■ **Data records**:
/*
 * leastSquares(a, rows, cols, b, nrhs, rcond, x, s) → rank: minimum-norm
 * solution of min ‖A X − B‖_F by dgelsd (SVD; singular values ≤ rcond·σ₁
 * count as zero; rcond < 0: machine precision). x is cols×nrhs, s the
 * min(rows, cols) singular values. A and B are left alone.
 */
static napi_value LeastSquares(napi_env env, napi_callback_info info) {
  const char *fn = "leastSquares";
  napi_value argv[8];
  int rows, cols, nrhs;
  double rcond, *a, *b, *x, *s, *ca = NULL, *cb = NULL;
  size_t na, nb, nx;
  char sa[64], sb[64], sx[64], ss[64];
  if (!get_args(env, info, 8, argv, fn)) return NULL;
  if (!get_dim(env, argv[1], fn, "rows", &rows) || !get_dim(env, argv[2], fn, "cols", &cols) || !get_dim(env, argv[4], fn, "nrhs", &nrhs)) return NULL;
  if (!get_number(env, argv[5], fn, "rcond", &rcond)) return NULL;
  if (isnan(rcond) || rcond >= 1) {
    char m[MSG];
    snprintf(m, MSG, "%s: rcond must be below 1 (negative: machine precision), got %g", fn, rcond);
    throw_kind(env, 'R', m);
    return NULL;
  }
  int k = rows < cols ? rows : cols, ldb = rows > cols ? rows : cols;
  if (ldb < 1) ldb = 1;
  if (!entries(env, fn, "A", rows, cols, &na) || !entries(env, fn, "B", rows, nrhs, &nb) || !entries(env, fn, "X", cols, nrhs, &nx)) return NULL;
  snprintf(sa, sizeof sa, "%d×%d", rows, cols);
  snprintf(sb, sizeof sb, "%d×%d", rows, nrhs);
  snprintf(sx, sizeof sx, "%d×%d", cols, nrhs);
  snprintf(ss, sizeof ss, "%d×1", k);
  if (!get_f64(env, argv[0], fn, "A", na, sa, &a, NULL, false)) return NULL;
  if (!get_f64(env, argv[3], fn, "B", nb, sb, &b, NULL, false)) return NULL;
  if (!get_f64(env, argv[6], fn, "x", nx, sx, &x, NULL, false)) return NULL;
  if (!get_f64(env, argv[7], fn, "s", (size_t)k, ss, &s, NULL, false)) return NULL;
  if (!check_finite(env, fn, "A", a, rows, cols) || !check_finite(env, fn, "B", b, rows, nrhs)) return NULL;
  if (k == 0 || nrhs == 0) {
    memset(x, 0, nx * sizeof(double));
    return number(env, 0);
  }
  ca = malloc(sizeof(double) * na);
  cb = calloc((size_t)ldb * (size_t)nrhs, sizeof(double));
  if (!ca || !cb) FAIL('L', "%s: out of memory for a %d×%d problem", fn, rows, cols);
  memcpy(ca, a, sizeof(double) * na);
  for (int j = 0; j < nrhs; j++) memcpy(cb + (size_t)j * ldb, b + (size_t)j * rows, sizeof(double) * (size_t)rows);
  lapack_int rank = 0;
  int saved_threads = single_thread_for(k);
  lapack_int info_ = LAPACKE_dgelsd(LAPACK_COL_MAJOR, rows, cols, nrhs, ca, rows, cb, ldb, s, rcond, &rank);
  restore_threads(saved_threads);
  if (!check_lapack(env, fn, "dgelsd", info_, "the SVD did not converge (that many off-diagonal entries of the bidiagonal form did not reach zero)")) goto fail;
  for (int j = 0; j < nrhs; j++) memcpy(x + (size_t)j * cols, cb + (size_t)j * ldb, sizeof(double) * (size_t)cols);
  free(ca);
  free(cb);
  return number(env, (double)rank);
fail:
  free(ca);
  free(cb);
  return NULL;
}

■ **Work to be completed**: Give back exactly the lines above, from the line containing "if (k == 0 || nrhs" through the line containing "restore_threads(saved_threads);", with both end lines and nothing more.

■ **Output for this exercise**:
  if (k == 0 || nrhs == 0) {
    memset(x, 0, nx * sizeof(double));
    return number(env, 0);
  }
  ca = malloc(sizeof(double) * na);
  cb = calloc((size_t)ldb * (size_t)nrhs, sizeof(double));
  if (!ca || !cb) FAIL('L', "%s: out of memory for a %d×%d problem", fn, rows, cols);
  memcpy(ca, a, sizeof(double) * na);
  for (int j = 0; j < nrhs; j++) memcpy(cb + (size_t)j * ldb, b + (size_t)j * rows, sizeof(double) * (size_t)rows);
  lapack_int rank = 0;
  int saved_threads = single_thread_for(k);
  lapack_int info_ = LAPACKE_dgelsd(LAPACK_COL_MAJOR, rows, cols, nrhs, ca, rows, cb, ldb, s, rcond, &rank);
  restore_threads(saved_threads);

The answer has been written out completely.